The cache mounts provide several benefits:

Persistent caching of dependencies
No impact on final image size
Faster subsequent builds

To enable this in GitHub Actions, I needed to configure Buildx:

      - name: Set up Docker Buildx
        uses: docker/setup-buildx-action@v2

      - name: Build and Push web image
        uses: docker/build-push-action@v6
        with:
          push: true
          tags: {tag name}
          cache-from: type=registry,ref={cache name}
          cache-to: type=registry,ref={cache name}

Performance Impact

Our optimizations led to significant improvements:

Step	Without Cache	With Cache
Initial Build	14m 43s	6m 23s
Dependency Change Only	14m 43s	6m 39s
Source Code Change Only	14m 43s	6m 21s

The most dramatic improvement was in subsequent builds, where I saw a 55% reduction in build time.

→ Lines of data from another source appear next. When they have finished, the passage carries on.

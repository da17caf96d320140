"""Outputs never destroy inputs, every output location is proved writable before the work,
a write that fails (disk full) is one line with exit 3 and leaves nothing, and every JSON
we write parses with a strict parser.

The rules are the project's (common practice for command-line tools: refuse before any
work, name the option and the file; RFC 8259 has no NaN or Infinity, so a strict parser
must be able to read every JSON we write).
"""
from __future__ import annotations

import hashlib
import json
import os
import re
import resource
import signal
import subprocess
import sys

import numpy as np
import pytest
from helpers import depot_graph, save_graph

from shardtrain.cli import main

QUICK = ["--epochs", "2", "--hidden", "8", "--quiet", "--timeout", "20"]
W2 = ["--workers", "2", "--method", "random"]


@pytest.fixture(scope="module")
def d(tmp_path_factory):
    """Inputs: a graph, its edge list, a survey and a forecast JSON, a shard directory,
    a run JSON, a hard link and a symlink to the graph, and a folder holding all of them."""
    d = tmp_path_factory.mktemp("inputs")
    save_graph(d / "g.npz", depot_graph(n=160))
    with np.load(d / "g.npz") as z:
        np.savetxt(d / "edges.csv", z["edges"], fmt="%d", delimiter=",")
    assert main(["survey", str(d / "g.npz"), *W2, "--json", str(d / "s.json")]) == 0
    assert main(["forecast", str(d / "s.json"), "--flops-per-worker", "1e9", "--json",
                 str(d / "f.json")]) == 0
    assert main(["split", str(d / "g.npz"), *W2, "--out", str(d / "shards")]) == 0
    assert main(["train", str(d / "g.npz"), "--reference", *QUICK, "--json",
                 str(d / "run.json")]) == 0
    os.link(d / "g.npz", d / "hard.npz")
    os.symlink(d / "g.npz", d / "soft.npz")
    (d / "a_file").write_text("x\n")
    return d


def _snapshot(folder) -> dict:
    return {str(p.relative_to(folder)): hashlib.sha256(p.read_bytes()).hexdigest()
            if p.is_file() else "dir" for p in sorted(folder.rglob("*"))}


def _one_line(err: str) -> str:
    lines = err.strip().splitlines()
    assert len(lines) == 1, err
    assert "Traceback" not in err
    return lines[0]


# (id, argv with {d} {out} placeholders, regex of the one line)
CLOBBER = [
    ("train weights onto graph", ["train", "{d}/g.npz", "--reference", *QUICK, "--weights",
                                  "{d}/g.npz"], r"--weights .*g\.npz: is the input GRAPH"),
    ("train weights onto hard link", ["train", "{d}/g.npz", "--reference", *QUICK,
                                      "--weights", "{d}/hard.npz"],
     r"--weights .*hard\.npz: is the input GRAPH"),
    ("train weights onto symlink", ["train", "{d}/soft.npz", "--reference", *QUICK,
                                    "--weights", "{d}/g.npz"],
     r"--weights .*g\.npz: is the input GRAPH"),
    ("train predictions onto edge list", ["train", "{d}/edges.csv", "--reference", *QUICK,
                                          "--predictions", "{d}/edges.csv"],
     r"--predictions .*edges\.csv: is the input GRAPH"),
    ("train json onto manifest", ["train", "{d}/shards", *QUICK, "--json",
                                  "{d}/shards/shards.json"],
     r"--json .*shards\.json: (is the input|would replace a file inside the input) GRAPH"),
    ("train checkpoint into shard dir", ["train", "{d}/shards", *QUICK, "--checkpoint",
                                         "{d}/shards"], r"--checkpoint .*shards: is the input"),
    ("train two outputs, one file", ["train", "{d}/g.npz", "--reference", *QUICK,
                                     "--json", "{out}/x.json", "--plot", "{out}/x.json"],
     r"--plot .*x\.json: also given as --json"),
    ("forecast json onto survey", ["forecast", "{d}/s.json", "--flops-per-worker", "1e9",
                                   "--json", "{d}/s.json"], r"--json .*s\.json: is the input"),
    ("forecast calibration = json (new)", ["forecast", "{d}/g.npz", *W2, "--calibration",
                                           "{out}/c.json", "--json", "{out}/c.json"],
     r"--calibration .*c\.json: also given as --json"),
    ("forecast json onto calibration", ["forecast", "{d}/g.npz", *W2, "--calibration",
                                        "{d}/f.json", "--json", "{d}/f.json"],
     r"--json .*f\.json: is the input --calibration"),
    ("report html onto survey", ["report", "{d}/s.json", "--html", "{d}/s.json"],
     r"--html .*s\.json: is the input"),
    ("report html onto a json of the folder", ["report", "{d}", "--html", "{d}/run.json"],
     r"--html .*run\.json: is the input"),
    ("survey json = csv", ["survey", "{d}/g.npz", *W2, "--json", "{out}/o.txt", "--csv",
                           "{out}/o.txt"], r"--csv .*o\.txt: also given as --json"),
    ("survey json onto graph", ["survey", "{d}/g.npz", *W2, "--json", "{d}/g.npz"],
     r"--json .*g\.npz: is the input GRAPH"),
    ("split out holds the graph", ["split", "{d}/g.npz", *W2, "--out", "{d}", "--overwrite"],
     r"--out .*: holds the input GRAPH"),
    ("synth onto nothing writable", ["synth", "/proc/shardtrain-test.npz", "--vertices",
                                     "300"], r"cannot write in folder /proc"),
    ("train json unwritable", ["train", "{d}/g.npz", "--reference", *QUICK, "--json",
                               "/proc/x.json"], r"--json /proc/x\.json: cannot write in folder"),
    ("train plot unwritable", ["train", "{d}/g.npz", "--reference", *QUICK, "--plot",
                               "/proc/pics"], r"--plot /proc/pics: cannot write in folder"),
    ("train checkpoint unwritable", ["train", "{d}/g.npz", *W2, *QUICK, "--checkpoint",
                                     "/proc/ck"], r"--checkpoint /proc/ck: cannot write"),
    ("survey csv unwritable", ["survey", "{d}/g.npz", *W2, "--csv", "/proc/s.csv"],
     r"--csv /proc/s\.csv: cannot write in folder"),
    ("split out unwritable", ["split", "{d}/g.npz", *W2, "--out", "/proc/shards"],
     r"--out /proc/shards: cannot write in folder"),
    ("demo out unwritable", ["demo", "--quick", "--out", "/proc/demo"],
     r"--out /proc/demo: cannot write in folder"),
    ("report html unwritable", ["report", "{d}/s.json", "--html", "/proc/r.html"],
     r"--html /proc/r\.html: cannot write in folder"),
    ("forecast plot unwritable", ["forecast", "{d}/s.json", "--flops-per-worker", "1e9",
                                  "--plot", "/proc/pics"], r"--plot /proc/pics: cannot write"),
]


@pytest.mark.parametrize("case", CLOBBER, ids=[c[0] for c in CLOBBER])
def test_an_output_never_destroys_an_input(d, tmp_path, capsys, case):
    _, template, pattern = case
    out = tmp_path / "out"
    out.mkdir()
    argv = [a.format(d=d, out=out) for a in template]
    before, capsys_out = _snapshot(d), capsys.readouterr()
    assert main(argv) == 2
    captured = capsys.readouterr()
    line = _one_line(captured.err)
    assert re.search(pattern, line), line
    assert captured.out == "", "work was done before the refusal"
    assert _snapshot(d) == before, "an input changed"
    assert list(out.iterdir()) == [], "output left behind"
    del capsys_out


def test_demo_refuses_to_replace_the_folder_it_runs_in(run_cli, tmp_path):
    here = tmp_path / "here"
    here.mkdir()
    r = run_cli("demo", "--quick", "--out", ".", cwd=here)
    assert r.returncode == 2
    assert re.search(r"--out \.: is or holds the current folder", _one_line(r.stderr))
    assert list(here.iterdir()) == [] and sorted(p.name for p in tmp_path.iterdir()) == ["here"]


def _low_fsize(limit: int):
    def apply():
        signal.signal(signal.SIGXFSZ, signal.SIG_IGN)  # the write raises EFBIG instead
        resource.setrlimit(resource.RLIMIT_FSIZE, (limit, limit))
    return apply


FULL = [  # (id, argv, the file named, the largest file size allowed)
    ("synth", ["synth", "{t}/big.npz", "--vertices", "3000"], r"big\.npz", 60_000),
    ("train weights", ["train", "{d}/g.npz", "--reference", "--epochs", "2", "--quiet",
                       "--hidden", "512", "--dtype", "float64", "--weights", "{t}/w.npz"],
     r"w\.npz", 60_000),
    ("train checkpoint", ["train", "{d}/g.npz", "--reference", "--epochs", "2", "--quiet",
                          "--hidden", "256", "--dtype", "float64", "--checkpoint", "{t}/ck"],
     r"ck/state-000002\.npz", 60_000),
    ("survey plot", ["survey", "{d}/g.npz", *W2, "--plot", "{t}/pics"], r"pics/.*\.png",
     8_000),
]


@pytest.mark.parametrize("case", FULL, ids=[c[0] for c in FULL])
def test_a_full_disk_is_one_line_exit_3_and_leaves_nothing(d, tmp_path, case):
    """RLIMIT_FSIZE makes every write past `limit` bytes fail with EFBIG, as a full disk
    fails with ENOSPC (both are in files.SPACE_ERRNOS), without filling a disk. The ck/
    and pics/ folders are created by the run before the failing write, and removed."""
    _, template, named, limit = case
    t = tmp_path / "t"
    t.mkdir()
    before = _snapshot(d)
    argv = [a.format(d=d, t=t) for a in template]
    r = subprocess.run([sys.executable, "-m", "shardtrain", *argv], capture_output=True,
                       text=True, timeout=300, preexec_fn=_low_fsize(limit))
    assert r.returncode == 3, r.stderr
    # survey's progress lines (indented) go to stderr too; the error is one line after them
    line = _one_line("\n".join(x for x in r.stderr.splitlines() if not x.startswith("  ")))
    assert re.search(rf"^shardtrain: run failed: .*{named}: could not be written "
                     r"\(File too large\)", line), line
    assert list(t.iterdir()) == [], "a partial file, temporary or empty folder was left"
    assert _snapshot(d) == before


def _strict(text: str):
    def refuse(name):
        raise ValueError(f"bare {name} in JSON")
    return json.loads(text, parse_constant=refuse)


def test_every_json_we_write_is_strict(d, tmp_path):
    """survey, train (reference and partitioned), forecast and the calibration cache."""
    t = tmp_path
    assert main(["train", str(d / "g.npz"), *W2, *QUICK, "--json", str(t / "p.json")]) == 0
    for f in ("s.json", "f.json", "run.json"):
        _strict((d / f).read_text())
    _strict((t / "p.json").read_text())
    _strict((d / "shards" / "shards.json").read_text())


def test_non_finite_values_are_written_as_null(tmp_path):
    from shardtrain.files import write_json_atomic

    write_json_atomic(tmp_path / "x.json", {"loss": float("nan"), "a": [np.float64("inf"),
                                                                          1.5, -np.inf],
                                            "n": np.int64(3)})
    assert _strict((tmp_path / "x.json").read_text()) == {"loss": None,
                                                          "a": [None, 1.5, None], "n": 3}


def test_created_output_folders_are_removed_only_when_empty_after_a_failure(tmp_path):
    from shardtrain.files import check_paths, finish_outputs

    a, b, c = tmp_path / "a", tmp_path / "b", tmp_path / "c"
    check_paths(out_dirs={"--plot": a, "--checkpoint": b})
    a.mkdir()
    b.mkdir()
    (b / "checkpoint.json").write_text("{}")
    finish_outputs(failed=True)
    assert not a.exists() and b.is_dir()        # the empty one went, the other stays
    check_paths(out_dirs={"--plot": c})
    c.mkdir()
    finish_outputs(failed=False)
    assert c.is_dir()                           # a command that succeeded keeps its folders


def test_a_failed_demo_removes_the_parent_folders_it_created(tmp_path, monkeypatch):
    from shardtrain.demo import workflow as demo
    from shardtrain.errors import RunError

    def fail(*args, **kwargs):
        raise RunError("step failed")
    monkeypatch.setattr(demo, "_run_steps", fail)
    with pytest.raises(RunError):
        demo.run_demo(demo.DemoSettings.quick(out=str(tmp_path / "a" / "b" / "out")))
    assert list(tmp_path.iterdir()) == []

Handling Branch-Specific Caching

One challenge I faced was cache invalidation on new branches. In our project, we use a trunk-based development strategy where feature branches are created from the main branch. The issue was that each feature branch would create its own isolated cache, leading to redundant caching and longer build times across branches. This isolation occurs due to GitHub Actions’ cache access restrictions, which create separate caches for each branch for security purposes (GitHub Actions Cache Documentation). While this isolation can be beneficial for security, it wasn’t optimal for our trunk-based development workflow. I solved this by leveraging the fact that caches created in the default branch can be accessed by all branches. I created a separate GitHub Actions workflow specifically for cache management that runs only on the main branch:

name: update-cache

on:
  push:
    branches:
      - main

jobs:
  update-cache:
    runs-on: 
      group: ci-cd-runner
      labels: self-hosted-linux-x64

    steps:
      - name: Checkout code
        uses: actions/checkout@v4

      - name: Install toolchain
        uses: dtolnay/rust-toolchain@stable

      - name: Check cache existence
        id: cache-check
        uses: actions/cache/restore@v4
        with:
          path: |
            ./target
            ~/.cargo
          key: ${{ runner.os }}-cargo-${{ hashFiles('**/Cargo.lock') }}
          lookup-only: true  # Only check if cache exists, don't restore

      - name: Early exit if cache hit
        if: steps.cache-check.outputs.cache-hit == 'true'
        run: exit 0

      - name: Build
        run: cargo build
 
      - name: Update cache
        id: cache-target-save
        uses: actions/cache/save@v4
        with: 
          path: |
            ~/.cargo
            ./target
          key: ${{ runner.os }}-cargo-${{ hashFiles('**/Cargo.lock') }}

This configuration ensures that:

New feature branches first attempt to use their own cache
If no branch-specific cache exists, it falls back to the main branch’s cache
The cache key includes the runner OS and Cargo.lock hash for proper dependency tracking

Best Practices and Lessons Learned

1. Layer Organization

Keep frequently changing files in later layers
Separate dependency installation from application code
Use multi-stage builds for smaller final images

2. Cache Strategy

Create dedicated cache management workflow for main branch
Use Cargo.lock hash for cache keys
Implement cache existence check to avoid redundant builds
Leverage default branch cache sharing for feature branches

3. BuildKit Optimization

Use cache mounts for cargo registry and target directory
Configure proper cache locations
Implement platform-specific caching

Conclusion

Through these optimizations, I achieved:

55% faster CI pipeline
More efficient resource usage
Better developer experience
Improved team development productivity
Reduced CI costs

The key to success was understanding how different caching mechanisms work together and implementing them in a way that complements each other. While the initial setup required some effort, the long-term benefits in terms of build time and resource usage have made it worthwhile.